[Stored data]
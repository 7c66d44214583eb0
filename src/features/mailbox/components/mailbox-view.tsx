import type { MailboxItem } from '@shared/schemas/auth';
import { useQuery } from '@tanstack/react-query';
import clsx from 'clsx';
import { ArrowLeft, Inbox, MailOpen, Paperclip, RefreshCw } from 'lucide-react';
import { useState } from 'react';
import { Alert } from '@/components/ui/alert';
import { Button } from '@/components/ui/button';
import { EmptyState } from '@/components/ui/empty-state';
import { PageSpinner } from '@/components/ui/spinner';
import { LinkifiedText } from '@/features/mailbox/components/linkified-text';
import { errorMessage, isNotFound } from '@/lib/errors';
import { formatAgo, formatDateTime } from '@/lib/format';
import { mailboxQueries } from '@/resources/mailbox';

/** A list of received messages and a reading pane (one at a time on a phone). */
export function MailboxView() {
  const mailbox = useQuery(mailboxQueries.list());
  const [selectedId, setSelectedId] = useState<string | null>(null);

  if (mailbox.isPending) return <PageSpinner label="Loading the mailbox" />;
  if (mailbox.isError) {
    return isNotFound(mailbox.error) ? (
      <Alert tone="info" title="No development mailbox here">
        The development mailbox is only available with the local mail server. This installation sends e-mail through a real mail server, so
        messages go to people's own inboxes.
      </Alert>
    ) : (
      <Alert tone="danger" title="The mailbox could not be loaded.">
        <p>{errorMessage(mailbox.error)}</p>
        <Button size="sm" className="mt-2" onClick={() => mailbox.refetch()}>
          Try again
        </Button>
      </Alert>
    );
  }

  const items = mailbox.data.items;
  const selected = items.find((m) => m.id === selectedId) ?? null;

  return (
    <div className="overflow-hidden rounded-md border border-stone-200 bg-white shadow-card lg:grid lg:h-[calc(100dvh-13rem)] lg:min-h-[28rem] lg:grid-cols-[22rem_1fr]">
      <section aria-label="Messages" className={clsx('flex min-h-0 flex-col border-stone-200 lg:border-r', selected && 'hidden lg:flex')}>
        <div className="flex items-center justify-between gap-2 border-b border-stone-200 px-4 py-2">
          <p className="text-sm text-stone-600">{items.length === 1 ? '1 message' : `${items.length} messages`}</p>
          <Button
            size="sm"
            variant="ghost"
            onClick={() => mailbox.refetch()}
            loading={mailbox.isFetching}
            icon={<RefreshCw className="h-4 w-4" aria-hidden="true" />}
          >
            Refresh
          </Button>
        </div>
        {items.length === 0 ? (
          <EmptyState
            icon={Inbox}
            title="No mail yet"
            description="Invitations, reset links and ticket notices sent by Gridkeep appear here."
          />
        ) : (
          <ul className="min-h-0 flex-1 divide-y divide-stone-100 overflow-y-auto">
            {items.map((m) => (
              <li key={m.id}>
                <MessageLine message={m} selected={m.id === selectedId} onSelect={() => setSelectedId(m.id)} />
              </li>
            ))}
          </ul>
        )}
      </section>
      <section aria-label="Message" className={clsx('min-h-0 overflow-y-auto', !selected && 'hidden lg:block')}>
        {selected ? (
          <MessagePane message={selected} onBack={() => setSelectedId(null)} />
        ) : (
          <EmptyState
            icon={MailOpen}
            title="Choose a message"
            description="Its text and attachments show here."
            className="h-full justify-center"
          />
        )}
      </section>
    </div>
  );
}

/** One received message in the list: to whom, when, its subject; the chosen one marked. */
function MessageLine({ message: m, selected, onSelect }: { message: MailboxItem; selected: boolean; onSelect: () => void }) {
  return (
    <button
      type="button"
      onClick={onSelect}
      aria-current={selected ? 'true' : undefined}
      className={clsx(
        'block w-full px-4 py-3 text-left hover:bg-stone-50',
        selected && 'bg-ink-50 shadow-[inset_3px_0_0_theme(colors.amber.400)]',
      )}
    >
      <span className="flex items-baseline justify-between gap-2">
        <span className="truncate text-sm text-stone-700">{m.to}</span>
        <time dateTime={m.date} className="shrink-0 text-xs text-stone-500">
          {formatAgo(m.date)}
        </time>
      </span>
      <span className="mt-0.5 flex items-center gap-1.5">
        <span className="truncate font-medium text-ink-950">{m.subject || '(no subject)'}</span>
        {m.attachments.length ? <Paperclip className="h-3.5 w-3.5 shrink-0 text-stone-500" aria-label="Has attachments" /> : null}
      </span>
    </button>
  );
}

function MessagePane({ message, onBack }: { message: MailboxItem; onBack: () => void }) {
  return (
    <article className="px-5 py-4">
      <Button
        variant="ghost"
        size="sm"
        className="-ml-2 mb-2 lg:hidden"
        onClick={onBack}
        icon={<ArrowLeft className="h-4 w-4" aria-hidden="true" />}
      >
        All messages
      </Button>
      <h2 className="text-xl font-semibold">{message.subject || '(no subject)'}</h2>
      <dl className="mt-2 grid grid-cols-[auto_1fr] gap-x-3 gap-y-0.5 text-sm">
        <dt className="text-stone-500">To</dt>
        <dd className="text-stone-800">{message.to}</dd>
        <dt className="text-stone-500">Date</dt>
        <dd className="text-stone-800">
          <time dateTime={message.date}>{formatDateTime(message.date)}</time>
        </dd>
      </dl>
      {message.attachments.length ? (
        <div className="mt-4">
          <h3 className="text-xs font-semibold text-stone-600">Attachments</h3>
          <ul className="mt-1.5 flex flex-wrap gap-2">
            {message.attachments.map((a, i) => (
              <li
                key={`${a.filename}-${i}`}
                className="flex items-center gap-2 rounded border border-stone-200 bg-stone-50 px-2.5 py-1.5 text-sm"
              >
                <Paperclip className="h-4 w-4 text-stone-500" aria-hidden="true" />
                <span className="font-medium text-stone-800">{a.filename || 'unnamed'}</span>
                <span className="text-xs text-stone-500">{a.contentType}</span>
              </li>
            ))}
          </ul>
        </div>
      ) : null}
      <div className="mt-5 whitespace-pre-wrap break-words border-t border-stone-200 pt-4 text-base leading-relaxed text-stone-800">
        {message.text ? (
          <LinkifiedText text={message.text} />
        ) : (
          <span className="italic text-stone-500">This message has no plain-text part.</span>
        )}
      </div>
    </article>
  );
}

**INSTRUCTIONS FOR THE TASK**
Reply with a number alone, the number of lines of the records that hold the word "font".

**RESPONSE BOX**
4